◆ **AIM OF THE TASK**:
From the records, pick out and copy each line containing "False".

-- Opening Marker --

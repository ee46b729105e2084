"""ReportData: caseload occupancy over time, changes since a date, counts, model summary."""

from __future__ import annotations

import datetime as dt

import numpy as np
import pytest

from reports_helpers import AS_OF, SINCE


@pytest.fixture(scope="module")
def data(report_workspace):
    from caseview.reports.data import collect_report_data
    from caseview.storage import Workspace

    with Workspace.open(report_workspace) as ws:
        return collect_report_data(ws, AS_OF, horizon_days=90.0, since=SINCE)


def test_past_occupancy_matches_scoring_on_that_day(report_workspace, data):
    """A past point of the chart is the mean of what scoring on that day gives (same cases)."""
    from caseview.scoring import score_caseload
    from caseview.storage import Workspace

    occupancy = data.occupancy
    past = np.flatnonzero(occupancy.days_from_as_of < 0)
    picks = [past[0], past[len(past) // 2]]
    with Workspace.open(report_workspace) as ws:
        for i in picks:
            day = AS_OF + dt.timedelta(days=int(occupancy.days_from_as_of[i]))
            then = score_caseload(ws, day, 90.0)
            assert occupancy.n_cases[i] == then.n_cases
            np.testing.assert_allclose(occupancy.mean_probabilities[i], then.p_now.mean(axis=0), atol=1e-10)


def test_occupancy_in_small_blocks_is_the_same(data, monkeypatch):
    """Blocks of cases only bound the memory: the chart is the same with blocks of 7 cases."""
    from caseview.reports import data as report_data

    rows = np.arange(data.scores.n_cases)
    whole = report_data.caseload_occupancy(data.scores, rows)
    monkeypatch.setattr(report_data, "OCCUPANCY_BLOCK_CASES", 7)
    blocked = report_data.caseload_occupancy(data.scores, rows)
    np.testing.assert_allclose(blocked.mean_probabilities, whole.mean_probabilities, rtol=0, atol=1e-12)
    np.testing.assert_array_equal(blocked.n_cases, whole.n_cases)


def test_occupancy_at_as_of_and_horizon_match_scores(data):
    o, s = data.occupancy, data.scores
    now = int(np.flatnonzero(o.days_from_as_of == 0)[0])
    np.testing.assert_allclose(o.mean_probabilities[now], s.p_now.mean(axis=0), atol=1e-10)
    assert o.days_from_as_of[-1] == 90
    np.testing.assert_allclose(o.mean_probabilities[-1], s.p_at_horizon.mean(axis=0), atol=1e-10)
    np.testing.assert_allclose(o.mean_probabilities.sum(axis=1), 1.0, atol=1e-9)


def test_changes_since_match_two_independent_assessments(report_workspace, data):
    from caseview.followup import assess_caseload
    from caseview.storage import Workspace

    with Workspace.open(report_workspace) as ws:
        now = assess_caseload(ws, AS_OF, 90.0, reopen=False)
        then = assess_caseload(ws, SINCE, 90.0, reopen=False)
    flagged_now = {str(c) for c, f in zip(now.scores.case_ids, now.is_flagged) if f}
    flagged_then = {str(c) for c, f in zip(then.scores.case_ids, then.is_flagged) if f}
    assert set(data.changes.newly_flagged) == flagged_now - flagged_then
    assert set(data.changes.no_longer_flagged) == flagged_then - flagged_now
    stage_then = dict(zip(map(str, then.scores.case_ids), then.scores.most_likely_stage_names))
    stage_now = dict(zip(map(str, now.scores.case_ids), now.scores.most_likely_stage_names))
    moved = {(c, stage_then[c], stage_now[c]) for c in stage_then if c in stage_now and stage_then[c] != stage_now[c]}
    assert set(data.changes.stage_changes) == moved
    assert set(data.changes.new_cases) == set(stage_now) - set(stage_then)


def test_counts(data):
    s = data.scores
    np.testing.assert_array_equal(data.stage_counts, np.bincount(s.most_likely_stage, minlength=5))
    assert data.stage_counts.sum() == s.n_cases
    assert data.reviews_done == 1 and data.reviews_done + data.reviews_outstanding == data.flagged_rows.size
    np.testing.assert_allclose(data.expected_now.sum(), s.n_cases)
    # Rows are in priority order (contact sooner first).
    assert np.all(np.diff(data.assessment.priority[data.rows]) <= 0)


def test_model_summary_unfitted_and_sojourn_from_rates(data, demo_model):
    from caseview.reports.model_summary import NOT_FITTED

    assert not data.model.fitted and NOT_FITTED in data.model.time_in_stage_source
    # Mean sojourn in a stage of a continuous-time Markov chain is 1 / (total exit rate)
    # (Norris, Markov Chains, 1997, section 2.6). Stable's only exit is Stable -> Slipping.
    stable = data.model.time_in_stage[0]
    assert stable.stage == "Stable"
    assert stable.mean == pytest.approx(1.0 / demo_model.transition("Stable", "Slipping").rate)
    assert data.model.time_in_stage[-1].mean is None     # absorbing


def test_fit_summary_stored_before_format_versions_is_read(demo_model):
    """A summary written by the fit code before FitSummary existed (saved from `caseview fit` on the demo)."""
    import json
    from pathlib import Path

    from caseview.reports.model_summary import summarise_model
    from caseview.storage.workspace import ModelVersion

    stored = json.loads((Path(__file__).resolve().parents[1] / "fitting" / "data" /
                         "fit_summary_format1_demo.json").read_text(encoding="utf-8"))
    version = ModelVersion(4, "2026-11-01T10:00:00Z", "fit", "{}", stored, True)
    summary = summarise_model(demo_model, version)
    labels = dict(summary.statistics)
    assert labels["log-likelihood"] == "-8,933.50" and labels["converged"] == "yes" and labels["cases"] == "400"
    stable = summary.time_in_stage[0]
    assert stable.stage == "Stable" and stable.mean == pytest.approx(536.9, abs=0.1)
    assert (stable.lower, stable.upper) == (pytest.approx(385.8, abs=0.1), pytest.approx(747.05, abs=0.1))
    assert "Wald" in summary.time_in_stage_source
    assert summary.time_in_stage[-1].mean is None
    unreadable = summarise_model(demo_model, ModelVersion(5, "", "", "{}", {"aic": "n/a"}, False))
    assert unreadable.fitted and "unreadable" in dict(unreadable.statistics)["fit summary"]


def test_escape_text_follows_owasp_list():
    from caseview.reports.records import escape_text

    # OWASP "CSV Injection": cells starting with = + - @ tab or carriage return.
    for text in ("=1+1", "+1", "-1", "@SUM(A1)", "\t=1", "\r=1"):
        assert escape_text(text) == "'" + text
    for value in ("plain", "C1", "", 3, -2.5, None):
        assert escape_text(value) == value
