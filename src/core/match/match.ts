/**
 * The phase match: peaks are explained by reference phases taken in turn under one sample shift,
 * the shift and cells are refined, and the explanation is rebuilt until it settles; look-alikes are
 * set aside by the cell change each needs. Verdict rules, peak accounting and wording have modules of their own.
 */
import { InputError } from '../errors.js';
import { checkSettingRange } from '../model/setting-ranges.js';
import { positionsTagged, type StoredReference } from '../model/reference.js';
import type { FittedPeak } from '../model/peak.js';
import { dFromTwoTheta } from '../model/units.js';
import { buildPeakTable } from './peak-table.js';
import { chungQuantification, fitPhaseScales } from './quantify.js';
import { buildReferenceIndex, rangeTotals, screenReferences } from './reference-index.js';
import { evaluatePhase, phaseLines, type Claims, type PhaseEvaluation, type PhaseLines } from './score.js';
import { refineShift, searchCellScale, type ShiftBounds } from './shift.js';
import { searchAnisotropicCell } from './cell-search.js';
import { chanceCoincidence, coveredFraction, MAX_EXPECTED_BY_CHANCE } from './chance-coincidence.js';
import { fitSampleAndCells, type SampleFit } from './sample-fit.js';
import type { UnitCell } from '../model/cell.js';
import { cellMetric, inverseDSquared } from '../crystal/metric.js';
import type { MatchOptions, MatchResult, MatchShift, PhaseMatch } from './types.js';
import {
  acceptedVerdict,
  CELL_CHANGE_SIGNIFICANT,
  choosePhase,
  distinctNewPeaks,
  explainsSignificantPeaks,
  findLookAlike,
  LOOK_ALIKE_SHARED_SHARE,
  notNeededVerdict,
  sharedPeakShare,
  UNCERTAIN_SCORE,
  cellChangeFrom,
  type CellChange,
  type Contender,
  type LookAlike,
  type NewPeakCount,
} from './verdict-rules.js';
import { countClear, firstLineTwoTheta, lowAngleOpenPeaks, linesOnPeaks, groupIntensities, exclusiveAreaShares, unexplainedPeaks } from './peak-accounting.js';
import { cellReport, describePhase, lookAlikeReason, patternReasons, sampleShift } from './reasons.js';
import { round } from './format.js';
import { describeTolerance, windowDeg, type FwhmAt, type MatchTolerance } from './tolerance.js';
import { median } from '../numeric/numeric.js';
import { solidSolutionOf, solidSolutionPartners } from './solid-solution.js';
import type { PeakTable } from './peak-table.js';
import { satelliteMarks } from './satellites.js';
import { BOUNDED_ABSENCE_TAGS, detectionLimitWeightPercent, medianBreadthCos } from './detection-limit.js';

const DEFAULT_TOLERANCE_DEG = 0.1;

/**
 * The explanation takes phases while they explain significant open peaks; this bound only stops a
 * runaway (a reaction mixture holds 6–8 phases; beyond a dozen a lab pattern cannot resolve them).
 */
export const DEFAULT_PHASE_LIMIT = 12;

const DEFAULT_MAX_ZERO_DEG = 0.15;

const DEFAULT_MAX_DISPLACEMENT_DEG = 0.15;

/** Each refined cell parameter stays within ±2 % of the reference's unless the user sets other bounds. */
const DEFAULT_CELL_BOUND = 0.02;

/** Goniometer radius for the displacement in mm (a common lab value; the user sets theirs). */
const DEFAULT_GONIOMETER_RADIUS_MM = 240;

/** Explain → refine the sample shift and cells → explain again, at most this many times. */
const SAMPLE_PASSES = 4;

/** The passes stop when the same phases explain the pattern and the shift moved less than this, degrees 2θ. */
const SHIFT_SETTLED_DEG = 1e-4;

/** One pass of the explanation: which phases, taken in turn, explain the peaks under one sample shift. */
interface Explanation {
  accepted: Array<{ ref: number; evaluation: PhaseEvaluation }>;
  firstEvaluation: Map<number, PhaseEvaluation>;
  latest: Map<number, PhaseEvaluation>;
  claims: Claims;
  shift: MatchShift;
  /** The phase limit stopped the explanation while significant peaks were still open. */
  limitReached: boolean;
}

-- Closing Marker --

◆ **ANSWER SPACE**:
        now = assess_caseload(ws, AS_OF, 90.0, reopen=False)
        then = assess_caseload(ws, SINCE, 90.0, reopen=False)
    unreadable = summarise_model(demo_model, ModelVersion(5, "", "", "{}", {"aic": "n/a"}, False))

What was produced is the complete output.